Your objective
Find the string "cost" in the material. Copy every line that has it.

Material for this exercise
*** Block opens ***

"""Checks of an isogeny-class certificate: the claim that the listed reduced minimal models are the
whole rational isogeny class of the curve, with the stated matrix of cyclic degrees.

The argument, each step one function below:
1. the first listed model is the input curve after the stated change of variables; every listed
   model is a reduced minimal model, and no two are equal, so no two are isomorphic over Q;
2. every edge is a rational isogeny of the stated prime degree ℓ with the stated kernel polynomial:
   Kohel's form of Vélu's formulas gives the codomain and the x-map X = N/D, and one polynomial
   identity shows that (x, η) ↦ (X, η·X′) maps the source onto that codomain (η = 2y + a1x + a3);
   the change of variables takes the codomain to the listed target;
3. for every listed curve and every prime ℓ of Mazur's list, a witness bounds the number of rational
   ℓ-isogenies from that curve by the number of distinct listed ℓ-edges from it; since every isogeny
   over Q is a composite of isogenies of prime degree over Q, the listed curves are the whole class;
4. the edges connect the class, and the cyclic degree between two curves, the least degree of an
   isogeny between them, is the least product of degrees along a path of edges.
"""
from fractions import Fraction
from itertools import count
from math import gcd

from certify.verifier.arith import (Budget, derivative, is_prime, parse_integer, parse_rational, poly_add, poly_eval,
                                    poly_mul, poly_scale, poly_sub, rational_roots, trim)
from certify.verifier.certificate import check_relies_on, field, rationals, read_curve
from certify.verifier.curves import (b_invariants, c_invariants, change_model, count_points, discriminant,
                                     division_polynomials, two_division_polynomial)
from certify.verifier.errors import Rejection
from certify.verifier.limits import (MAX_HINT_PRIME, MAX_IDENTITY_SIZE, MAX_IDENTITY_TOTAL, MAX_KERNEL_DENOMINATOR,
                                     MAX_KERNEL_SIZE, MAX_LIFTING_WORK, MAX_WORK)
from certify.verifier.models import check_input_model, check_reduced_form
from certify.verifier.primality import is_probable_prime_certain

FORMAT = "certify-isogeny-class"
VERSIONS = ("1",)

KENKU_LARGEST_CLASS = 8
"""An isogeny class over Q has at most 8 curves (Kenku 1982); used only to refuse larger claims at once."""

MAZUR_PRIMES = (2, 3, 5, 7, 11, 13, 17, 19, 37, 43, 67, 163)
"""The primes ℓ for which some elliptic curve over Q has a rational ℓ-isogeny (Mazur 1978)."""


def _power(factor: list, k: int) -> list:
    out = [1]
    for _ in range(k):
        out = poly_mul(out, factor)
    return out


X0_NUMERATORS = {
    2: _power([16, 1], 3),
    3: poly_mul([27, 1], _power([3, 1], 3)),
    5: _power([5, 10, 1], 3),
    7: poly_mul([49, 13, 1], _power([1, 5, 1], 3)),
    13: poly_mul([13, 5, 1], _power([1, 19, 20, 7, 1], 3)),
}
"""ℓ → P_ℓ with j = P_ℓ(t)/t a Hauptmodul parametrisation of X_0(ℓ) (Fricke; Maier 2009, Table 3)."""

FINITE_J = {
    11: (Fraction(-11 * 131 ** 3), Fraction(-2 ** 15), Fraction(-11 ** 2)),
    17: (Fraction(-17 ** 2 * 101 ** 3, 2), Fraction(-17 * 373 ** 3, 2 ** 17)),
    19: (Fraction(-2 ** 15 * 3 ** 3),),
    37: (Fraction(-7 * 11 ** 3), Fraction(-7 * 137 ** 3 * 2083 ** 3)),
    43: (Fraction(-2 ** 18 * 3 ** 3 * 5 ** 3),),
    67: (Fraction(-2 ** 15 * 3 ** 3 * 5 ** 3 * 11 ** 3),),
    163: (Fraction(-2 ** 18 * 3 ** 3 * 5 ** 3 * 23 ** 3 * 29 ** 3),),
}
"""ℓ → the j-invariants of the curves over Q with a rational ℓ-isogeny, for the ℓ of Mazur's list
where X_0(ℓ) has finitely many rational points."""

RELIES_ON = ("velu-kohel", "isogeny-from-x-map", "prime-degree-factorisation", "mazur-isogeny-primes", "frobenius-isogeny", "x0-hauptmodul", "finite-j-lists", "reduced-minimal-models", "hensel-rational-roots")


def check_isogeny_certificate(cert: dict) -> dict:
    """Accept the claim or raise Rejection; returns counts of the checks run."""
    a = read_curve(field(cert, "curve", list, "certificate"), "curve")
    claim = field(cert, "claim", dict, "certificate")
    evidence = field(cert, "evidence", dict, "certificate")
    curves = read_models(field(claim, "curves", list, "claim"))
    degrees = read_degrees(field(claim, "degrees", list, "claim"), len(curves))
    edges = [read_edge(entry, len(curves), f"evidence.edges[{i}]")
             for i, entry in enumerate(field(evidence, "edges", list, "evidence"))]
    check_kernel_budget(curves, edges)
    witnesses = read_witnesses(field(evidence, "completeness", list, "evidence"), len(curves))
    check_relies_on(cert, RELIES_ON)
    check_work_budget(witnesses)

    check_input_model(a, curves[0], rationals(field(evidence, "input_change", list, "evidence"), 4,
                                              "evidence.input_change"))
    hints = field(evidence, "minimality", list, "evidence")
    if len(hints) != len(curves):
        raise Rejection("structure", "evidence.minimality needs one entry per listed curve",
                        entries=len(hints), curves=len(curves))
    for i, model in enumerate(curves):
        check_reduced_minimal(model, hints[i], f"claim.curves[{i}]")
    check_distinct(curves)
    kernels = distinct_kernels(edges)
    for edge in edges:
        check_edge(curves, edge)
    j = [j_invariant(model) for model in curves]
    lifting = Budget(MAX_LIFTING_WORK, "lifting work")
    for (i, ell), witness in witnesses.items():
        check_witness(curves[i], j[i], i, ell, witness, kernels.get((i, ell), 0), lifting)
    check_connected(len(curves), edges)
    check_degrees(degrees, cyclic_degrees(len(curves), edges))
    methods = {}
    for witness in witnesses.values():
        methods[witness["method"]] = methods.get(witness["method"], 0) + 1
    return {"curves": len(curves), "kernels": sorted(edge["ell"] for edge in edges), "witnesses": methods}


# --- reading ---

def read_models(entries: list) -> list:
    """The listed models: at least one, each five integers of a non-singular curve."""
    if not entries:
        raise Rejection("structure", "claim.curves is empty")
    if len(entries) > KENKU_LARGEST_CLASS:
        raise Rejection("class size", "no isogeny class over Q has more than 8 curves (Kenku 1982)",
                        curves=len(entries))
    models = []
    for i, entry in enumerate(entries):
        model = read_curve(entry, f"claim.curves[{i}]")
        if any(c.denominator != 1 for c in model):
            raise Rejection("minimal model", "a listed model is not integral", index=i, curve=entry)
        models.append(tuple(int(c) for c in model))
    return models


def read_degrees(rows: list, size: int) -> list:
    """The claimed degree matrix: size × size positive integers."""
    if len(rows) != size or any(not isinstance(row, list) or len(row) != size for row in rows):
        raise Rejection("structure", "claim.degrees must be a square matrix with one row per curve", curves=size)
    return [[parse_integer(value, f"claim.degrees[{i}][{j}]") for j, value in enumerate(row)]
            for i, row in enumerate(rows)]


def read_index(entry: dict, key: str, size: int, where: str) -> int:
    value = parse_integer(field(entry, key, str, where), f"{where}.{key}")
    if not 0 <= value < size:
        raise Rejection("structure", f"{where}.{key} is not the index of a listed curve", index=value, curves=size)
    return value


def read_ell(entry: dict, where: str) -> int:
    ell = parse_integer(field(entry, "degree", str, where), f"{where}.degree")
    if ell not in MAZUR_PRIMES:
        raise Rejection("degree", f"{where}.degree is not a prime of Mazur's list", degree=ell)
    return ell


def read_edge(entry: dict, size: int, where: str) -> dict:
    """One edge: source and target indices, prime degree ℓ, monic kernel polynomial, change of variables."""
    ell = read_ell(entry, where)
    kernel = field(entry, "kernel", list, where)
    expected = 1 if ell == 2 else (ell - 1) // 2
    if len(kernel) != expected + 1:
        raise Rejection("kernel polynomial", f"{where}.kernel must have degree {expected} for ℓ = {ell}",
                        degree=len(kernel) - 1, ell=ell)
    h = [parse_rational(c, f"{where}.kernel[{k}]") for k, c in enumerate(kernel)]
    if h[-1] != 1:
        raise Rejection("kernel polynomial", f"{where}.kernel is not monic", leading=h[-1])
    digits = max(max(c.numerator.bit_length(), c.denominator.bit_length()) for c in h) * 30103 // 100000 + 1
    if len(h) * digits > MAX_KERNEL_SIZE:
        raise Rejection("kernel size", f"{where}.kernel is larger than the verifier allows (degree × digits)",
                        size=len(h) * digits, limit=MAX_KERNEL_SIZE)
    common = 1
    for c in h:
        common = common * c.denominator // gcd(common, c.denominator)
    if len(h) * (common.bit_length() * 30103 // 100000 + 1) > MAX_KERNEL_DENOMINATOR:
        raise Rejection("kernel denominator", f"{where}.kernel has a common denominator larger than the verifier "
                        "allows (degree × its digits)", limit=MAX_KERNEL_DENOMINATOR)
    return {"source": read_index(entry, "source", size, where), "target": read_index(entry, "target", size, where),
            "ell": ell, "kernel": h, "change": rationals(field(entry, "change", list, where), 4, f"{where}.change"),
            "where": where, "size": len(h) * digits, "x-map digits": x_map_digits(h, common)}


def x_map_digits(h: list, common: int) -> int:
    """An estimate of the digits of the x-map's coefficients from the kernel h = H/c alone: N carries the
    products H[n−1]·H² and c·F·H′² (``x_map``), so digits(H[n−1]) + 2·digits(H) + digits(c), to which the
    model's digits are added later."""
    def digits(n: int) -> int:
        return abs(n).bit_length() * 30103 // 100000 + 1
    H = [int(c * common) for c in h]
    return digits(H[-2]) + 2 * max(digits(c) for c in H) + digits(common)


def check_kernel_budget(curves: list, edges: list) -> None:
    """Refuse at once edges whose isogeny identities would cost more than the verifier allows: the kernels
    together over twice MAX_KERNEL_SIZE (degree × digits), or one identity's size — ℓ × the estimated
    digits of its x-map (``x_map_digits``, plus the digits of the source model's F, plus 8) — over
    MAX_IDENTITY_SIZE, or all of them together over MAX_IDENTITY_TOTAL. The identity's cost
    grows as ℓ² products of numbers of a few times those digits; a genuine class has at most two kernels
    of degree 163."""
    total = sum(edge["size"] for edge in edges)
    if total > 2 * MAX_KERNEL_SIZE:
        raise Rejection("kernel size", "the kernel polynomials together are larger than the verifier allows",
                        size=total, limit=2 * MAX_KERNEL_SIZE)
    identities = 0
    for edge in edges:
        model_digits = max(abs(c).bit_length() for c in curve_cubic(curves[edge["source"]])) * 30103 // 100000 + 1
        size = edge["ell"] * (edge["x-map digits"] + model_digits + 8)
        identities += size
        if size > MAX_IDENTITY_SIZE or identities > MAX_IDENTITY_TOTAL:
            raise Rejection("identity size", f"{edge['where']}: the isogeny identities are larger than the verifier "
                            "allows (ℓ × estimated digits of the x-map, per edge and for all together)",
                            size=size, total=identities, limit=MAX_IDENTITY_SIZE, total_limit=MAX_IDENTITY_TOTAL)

*** Block closes ***
*** Block opens ***

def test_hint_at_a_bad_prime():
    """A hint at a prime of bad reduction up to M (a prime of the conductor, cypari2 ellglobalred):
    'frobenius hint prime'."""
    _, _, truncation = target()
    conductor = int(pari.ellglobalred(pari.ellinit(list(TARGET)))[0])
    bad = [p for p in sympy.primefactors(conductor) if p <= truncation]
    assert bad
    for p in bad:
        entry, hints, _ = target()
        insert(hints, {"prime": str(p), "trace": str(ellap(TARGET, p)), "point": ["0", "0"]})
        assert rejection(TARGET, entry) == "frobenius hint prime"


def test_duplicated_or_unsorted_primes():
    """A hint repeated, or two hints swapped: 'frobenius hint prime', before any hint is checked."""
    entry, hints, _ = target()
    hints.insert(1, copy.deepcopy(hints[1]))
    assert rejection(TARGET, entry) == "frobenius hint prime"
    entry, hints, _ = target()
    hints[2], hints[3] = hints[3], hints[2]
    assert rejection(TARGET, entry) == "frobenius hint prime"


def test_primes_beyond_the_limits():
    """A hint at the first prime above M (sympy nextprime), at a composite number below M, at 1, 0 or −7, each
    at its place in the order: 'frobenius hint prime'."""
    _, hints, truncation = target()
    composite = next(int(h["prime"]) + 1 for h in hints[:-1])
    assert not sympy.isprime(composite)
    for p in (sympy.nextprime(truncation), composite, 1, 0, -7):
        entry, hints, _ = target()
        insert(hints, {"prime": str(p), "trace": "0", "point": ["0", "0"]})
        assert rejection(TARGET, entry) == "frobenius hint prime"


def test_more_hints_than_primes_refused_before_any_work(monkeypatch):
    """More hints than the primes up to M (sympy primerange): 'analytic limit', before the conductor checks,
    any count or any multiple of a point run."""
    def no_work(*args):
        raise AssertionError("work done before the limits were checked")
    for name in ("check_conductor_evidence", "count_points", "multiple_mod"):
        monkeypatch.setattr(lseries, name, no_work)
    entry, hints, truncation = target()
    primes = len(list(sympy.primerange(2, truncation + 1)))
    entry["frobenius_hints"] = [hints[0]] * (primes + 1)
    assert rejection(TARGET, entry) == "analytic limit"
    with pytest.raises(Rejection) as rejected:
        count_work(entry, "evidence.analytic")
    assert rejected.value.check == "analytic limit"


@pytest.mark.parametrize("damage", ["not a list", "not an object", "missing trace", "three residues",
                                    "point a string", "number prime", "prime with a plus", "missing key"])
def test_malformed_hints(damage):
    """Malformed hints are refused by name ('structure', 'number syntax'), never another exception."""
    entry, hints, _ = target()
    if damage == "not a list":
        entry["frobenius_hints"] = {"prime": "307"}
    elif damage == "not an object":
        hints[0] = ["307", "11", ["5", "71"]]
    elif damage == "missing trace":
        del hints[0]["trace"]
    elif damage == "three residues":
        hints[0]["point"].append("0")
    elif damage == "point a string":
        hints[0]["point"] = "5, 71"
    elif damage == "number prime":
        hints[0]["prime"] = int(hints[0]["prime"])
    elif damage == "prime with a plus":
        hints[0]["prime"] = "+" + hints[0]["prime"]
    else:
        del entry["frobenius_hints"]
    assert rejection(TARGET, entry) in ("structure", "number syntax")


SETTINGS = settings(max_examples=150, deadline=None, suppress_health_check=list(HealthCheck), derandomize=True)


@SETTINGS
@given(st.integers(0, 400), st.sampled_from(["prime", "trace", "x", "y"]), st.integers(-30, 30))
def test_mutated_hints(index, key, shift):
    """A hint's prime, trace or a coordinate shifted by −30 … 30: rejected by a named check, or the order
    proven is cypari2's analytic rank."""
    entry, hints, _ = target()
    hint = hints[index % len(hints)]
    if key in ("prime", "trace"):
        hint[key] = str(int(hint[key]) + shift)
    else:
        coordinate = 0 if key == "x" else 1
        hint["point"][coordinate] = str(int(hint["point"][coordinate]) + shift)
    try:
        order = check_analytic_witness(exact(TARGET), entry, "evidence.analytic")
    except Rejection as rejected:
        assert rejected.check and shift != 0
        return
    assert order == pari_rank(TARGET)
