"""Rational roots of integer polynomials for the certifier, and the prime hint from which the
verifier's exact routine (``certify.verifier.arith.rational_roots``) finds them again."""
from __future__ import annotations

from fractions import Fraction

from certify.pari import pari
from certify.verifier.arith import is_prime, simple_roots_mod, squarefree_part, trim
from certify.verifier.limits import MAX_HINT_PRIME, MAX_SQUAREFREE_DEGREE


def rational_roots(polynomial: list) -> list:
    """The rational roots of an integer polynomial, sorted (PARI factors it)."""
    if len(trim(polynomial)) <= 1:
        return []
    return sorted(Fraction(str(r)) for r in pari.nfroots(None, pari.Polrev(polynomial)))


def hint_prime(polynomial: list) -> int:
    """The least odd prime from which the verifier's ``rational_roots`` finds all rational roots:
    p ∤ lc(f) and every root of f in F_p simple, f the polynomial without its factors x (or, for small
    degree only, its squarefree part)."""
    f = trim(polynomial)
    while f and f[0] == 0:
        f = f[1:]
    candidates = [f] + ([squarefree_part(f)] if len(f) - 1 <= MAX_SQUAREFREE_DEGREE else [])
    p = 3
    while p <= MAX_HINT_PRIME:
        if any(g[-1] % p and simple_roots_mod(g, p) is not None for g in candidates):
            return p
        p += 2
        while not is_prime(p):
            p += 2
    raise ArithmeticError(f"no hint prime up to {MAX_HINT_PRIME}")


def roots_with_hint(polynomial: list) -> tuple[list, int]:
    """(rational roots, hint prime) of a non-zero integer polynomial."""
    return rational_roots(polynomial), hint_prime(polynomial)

*** Block closes ***

Reply to the task
    """Refuse at once edges whose isogeny identities would cost more than the verifier allows: the kernels
    MAX_IDENTITY_SIZE, or all of them together over MAX_IDENTITY_TOTAL. The identity's cost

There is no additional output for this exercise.